By Geoffrey Smith
Investing.com -- U.S. stock markets opened higher on Thursday, as investors tempered their concerns about the new Omicron strain of Covid-19 against the backdrop of another set of healthy labor market data.
A senior Pfizer (NYSE:PFE) executive said earlier that his company doesn't foresee a big drop in the effectiveness of its current vaccine against the new variant, while GlaxoSmithKline (NYSE:GSK) said early trial data said its experimental antiviral treatment Sotrovimab appeared effective against all known variants of the disease, including Omicron. GSK ADRs rose 1.0% while shares in its research partner Vir Biotechnology (NASDAQ:VIR) consolidated, having risen 50% in the last week.
By 9:50 AM ET (1450 GMT), the Dow Jones Industrial Average was up 393 points, or 1.2% at 34,415 points its cyclical-heavy composition helping it to outperform the other major indices after a couple of days of underperformance. The S&P 500 was up 1.0% and the Nasdaq Composite was up 0.7%.

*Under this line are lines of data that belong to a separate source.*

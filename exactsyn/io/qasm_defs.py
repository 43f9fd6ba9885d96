"""OpenQASM gate calls and ``gate`` definitions: their unitary, and the reversible gates they are.

The reader of :mod:`exactsyn.io.qasm` keeps circuits of reversible gates only.  Files
written by other tools define multiple-control gates through ``gate`` blocks whose
bodies use phase and Hadamard gates (an ``mcx`` built from ``h``, ``p`` and ``cx``, for
example).  This module gives such a definition its meaning:

* **Gate sequences.**  A body made only of reversible calls (``x cx ccx swap cswap``,
  ``CX c3x c4x``, earlier definitions of this kind, with ``ctrl`` / ``negctrl`` /
  ``inv`` / integer ``pow`` modifiers) is expanded call by call: the definition *is*
  that sequence of gates.
* **Unitaries.**  Any other body is multiplied out with numpy on its few qubits
  (at most :data:`MAX_UNITARY_QUBITS`).  When the unitary is a permutation matrix up to
  one global phase (tolerance :data:`TOLERANCE`) and that permutation is one gate of the
  NOT / CNOT / MCT family (mixed polarity allowed), the swap family or the Peres gate, the
  call is that gate; otherwise it is refused with the reason.

Conventions (those of the OpenQASM specifications and of qiskit, which writes such
files): operand ``j`` of a gate is bit ``j`` of the basis index of its matrix (the first
operand is the least significant bit), ``U(θ, φ, λ) = [[cos θ/2, −e^{iλ} sin θ/2],
[e^{iφ} sin θ/2, e^{i(φ+λ)} cos θ/2]]`` (Cross, Bishop, Smolin, Gambetta, "Open quantum
assembly language", 2017), ``ctrl @`` / ``negctrl @`` put their control operands first,
``inv @`` is the adjoint and ``pow(k) @`` the k-th power (Cross et al., "OpenQASM 3: A
broader and deeper quantum assembly language", ACM TQC 2022).  The standard gates take
the matrices qiskit gives them (``rz(λ) = diag(e^{−iλ/2}, e^{iλ/2})``, ``u3 = U``,
``cu(θ, φ, λ, γ)`` = controlled ``e^{iγ} U(θ, φ, λ)``); where the two include files differ
from these only by a global phase, nothing a reversible reading can see changes, and
under a control modifier these are the matrices the qiskit reader uses.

Despite the broadly positive tone, the standout mover was falling. Apple (NASDAQ:AAPL) stock fell as much as 4% before paring losses to be down only 2.1%, after a newswire report that said demand for its new generation of iPhones is weakening due to limited availability and high prices. Despite partial success in diversifying its business into services in recent years, the iPhone remains central to Apple's business outlook.

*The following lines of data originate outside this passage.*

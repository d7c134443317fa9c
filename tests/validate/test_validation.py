"""Reading and validating activity sheets: every problem at once, each with its place.

What is checked against what:
- the cell each problem names is worked out by hand from the invented rows written
  (comments give the working: header on sheet row h, so data row k is sheet row h + k;
  columns as in ``helpers.HEADER``: A=ID, B=Description, C=Predecessors, D=O, E=M, F=P);
- header spellings, link notation and settings are the ones the project's issue lists;
- cycles are cross-checked with networkx (``simple_cycles``), which finds them on its own.
Inputs are written with openpyxl or the csv module; the simulation is not run.
"""

from __future__ import annotations

import datetime as dt

import networkx as nx
import pytest
from helpers import HEADER, good_xlsx, write_csv, write_xlsx

from converter.analyse import pert
from converter.api import ConvertOptions, load
from converter.model import ERROR, WARNING


def run(path, **options):
    return load(path, ConvertOptions(simulate=False, **options))


def errors(problems) -> set[tuple]:
    return {(p.code, p.sheet, p.cell, p.activity) for p in problems if p.severity == ERROR}


def warnings(problems) -> set[tuple]:
    return {(p.code, p.sheet, p.cell, p.activity) for p in problems if p.severity == WARNING}


def two_rows(path, row, header=HEADER, sheet="Activities"):
    """Header (row 1), a good activity A (row 2), then ``row`` (row 3)."""
    return write_xlsx(path, {sheet: [header, ["A", "a", None, 1, 2, 3], row]})


# --------------------------------------------------------------------------- one pass
def test_every_problem_is_reported_in_one_pass(tmp_path):
    rows = [
        HEADER,  # row 1
        ["A", "first", None, 1, 2, 3],  # row 2
        ["A", "again", None, 1, 2, 3],  # row 3: duplicate ID -> A3
        [None, "no id", "A", 1, 2, 3],  # row 4: blank ID -> A4
        ["B", "b", "Z", 1, 2, 3],  # row 5: missing predecessor -> C5
        ["C", "c", "C", 1, 2, 3],  # row 6: self-link -> C6
        ["D", "d", "A", "x", 2, 3],  # row 7: O not a number -> D7
        ["E", "e", "A", -1, 2, 3],  # row 8: O negative -> D8
        ["F", "f", "A", 3, 2, 1],  # row 9: M < O -> E9, P < M -> F9
        ["K2", "k", "K4", 1, 2, 3],  # row 10: cycle closes in C10
        ["K3", "k", "K2", 1, 2, 3],  # row 11
        ["K4", "k", "K3", 1, 2, 3],  # row 12
        ["G", "g", "A[XX]", 1, 2, 3],  # row 13: bad bracket -> C13
    ]
    settings = [["Setting", "Value"], ["Start date", "next Monday"]]  # -> Settings!B2
    path = write_xlsx(tmp_path / "many.xlsx", {"Activities": rows, "Settings": settings})
    schedule, problems = run(path)
    assert schedule is None
    assert errors(problems) == {
        ("duplicate-id", "Activities", "A3", "A"),
        ("blank-id", "Activities", "A4", None),
        ("missing-link", "Activities", "C5", "B"),
        ("self-link", "Activities", "C6", "C"),
        ("not-a-number", "Activities", "D7", "D"),
        ("negative-estimate", "Activities", "D8", "E"),
        ("order", "Activities", "E9", "F"),
        ("order", "Activities", "F9", "F"),
        ("cycle", "Activities", "C10", "K2"),
        ("bad-link", "Activities", "C13", "G"),
        ("bad-setting", "Settings", "B2", None),
    }
    cycle = next(p for p in problems if p.code == "cycle")
    assert "K2 -> K3 -> K4 -> K2" in cycle.message
    assert str(cycle).startswith("error: Activities!C10: ")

Earlier, the Labor Department had said that the number of initial jobless claims last week had risen to 222,000, still the second-lowest number since the pandemic began in earnest and below analysts' forecasts for 240,000. The previous week's initial claims were also revised down by another 5,000. There was more supportive news at the margins from the political sphere, where Republican and Democratic lawmakers reached a tentative deal to fund the U.S. government through mid-February, averting the (largely phantom) threat of a government shutdown this weekend.

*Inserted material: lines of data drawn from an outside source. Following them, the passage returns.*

class WorkArea:
    """One watcher's private working folder ``<work>/<host>-<pid>-<random>/``.

    The name says which machine and process own it; a heartbeat file's time says the
    owner is alive. A folder whose owner is gone (same machine, process not running)
    or silent (heartbeat older than ``stale_after``) is adopted by the next watcher,
    which settles the jobs in it.
    """

    def __init__(self, layout: Layout) -> None:
        self.layout = layout
        self.host = host_name()
        self.pid = os.getpid()
        self.dir = layout.work / f"{self.host}-{self.pid}-{secrets.token_hex(3)}"
        self.dir.mkdir(parents=True)
        self.heartbeat()

    def heartbeat(self) -> float:
        """Touch the heartbeat file; returns its time as the share's clock sees it."""
        beat = self.dir / HEARTBEAT
        if not beat.exists():
            beat.write_bytes(b"")
        os.utime(beat)
        return beat.stat().st_mtime

    def new_job_dir(self) -> Path:
        path = self.dir / new_token()
        path.mkdir()
        return path

    def _abandoned(self, path: Path, now: float, stale_after: float) -> bool:
        try:
            host, pid_text, _ = path.name.rsplit("-", 2)
            pid = int(pid_text)
        except ValueError:
            host, pid = "", -1
        if host == self.host and pid != self.pid and not pid_alive(pid):
            return True
        try:
            beat = (path / HEARTBEAT).stat().st_mtime
        except FileNotFoundError:
            try:
                beat = path.stat().st_mtime
            except FileNotFoundError:
                return False
        return now - beat > stale_after

    def adopt_abandoned(self, stale_after: float) -> list[Path]:
        """Take over the job folders of dead watchers; returns them (now under ``self.dir``)."""
        now = self.heartbeat()
        adopted: list[Path] = []
        for path in sorted(self.layout.work.iterdir()):
            if path == self.dir or not path.is_dir() or not self._abandoned(path, now, stale_after):
                continue
            mine = self.dir / f"{ADOPTED_PREFIX}{path.name}"
            try:
                os.rename(path, mine)  # atomic: one watcher wins
            except FileNotFoundError:
                continue
            for job in sorted(p for p in mine.iterdir() if p.is_dir()):
                if job.name.startswith(ADOPTED_PREFIX):  # adopted earlier by the dead one
                    inner = [p for p in job.iterdir() if p.is_dir()]
                    for sub in inner:
                        target = self.dir / sub.name
                        os.rename(sub, target)
                        adopted.append(target)
                    continue
                target = self.dir / job.name
                os.rename(job, target)
                adopted.append(target)
            remove_tree(mine)
        return adopted

    def close(self) -> bool:
        """Remove the working folder if no job is left in it; True if removed."""
        try:
            if any(p.is_dir() for p in self.dir.iterdir()):
                return False
        except FileNotFoundError:
            return True
        remove_tree(self.dir)
        return True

Consumer-focused stocks in particular were helped by news out of the monthly meeting of OPEC and partners led by Russia, which defied many expectations by sticking to their plan of raising oil output by another 400,000 barrels a day in January. The actual increase is likely to be less, given that OPEC has missed its target for raising output for the last few months due to various above-ground problems, many of them related to past under-investment.
In a departure from recent practice, however, OPEC said that its meeting would remain in session, giving it the freedom to revise its decision at any time over the next month. The decisions represent a balancing act between those who are concerned about the risk of new Omicron-driven mobility restrictions to global oil demand and those more concerned by prices overheating as the world emerges - however irregularly - from the pandemic.
Elsewhere, business software providers had another solid start, with Snowflake (NYSE:SNOW) stock rising 11.4% after an earnings report bolstered by an international expansion drive. Crowdstrike (NASDAQ:CRWD) stock rose 2.3% after the cybersecurity company attracted more customers than expected in the last three months, while Splunk (NASDAQ:SPLK) stock, which had cratered by more than one-third in the last three weeks, steadied after its quarterly update, rising 3.4%.
Boeing (NYSE:BA) stock rose 3.6% after national aviation regulators cleared its 737 MAX aircraft to fly in China after a hiatus of over two years.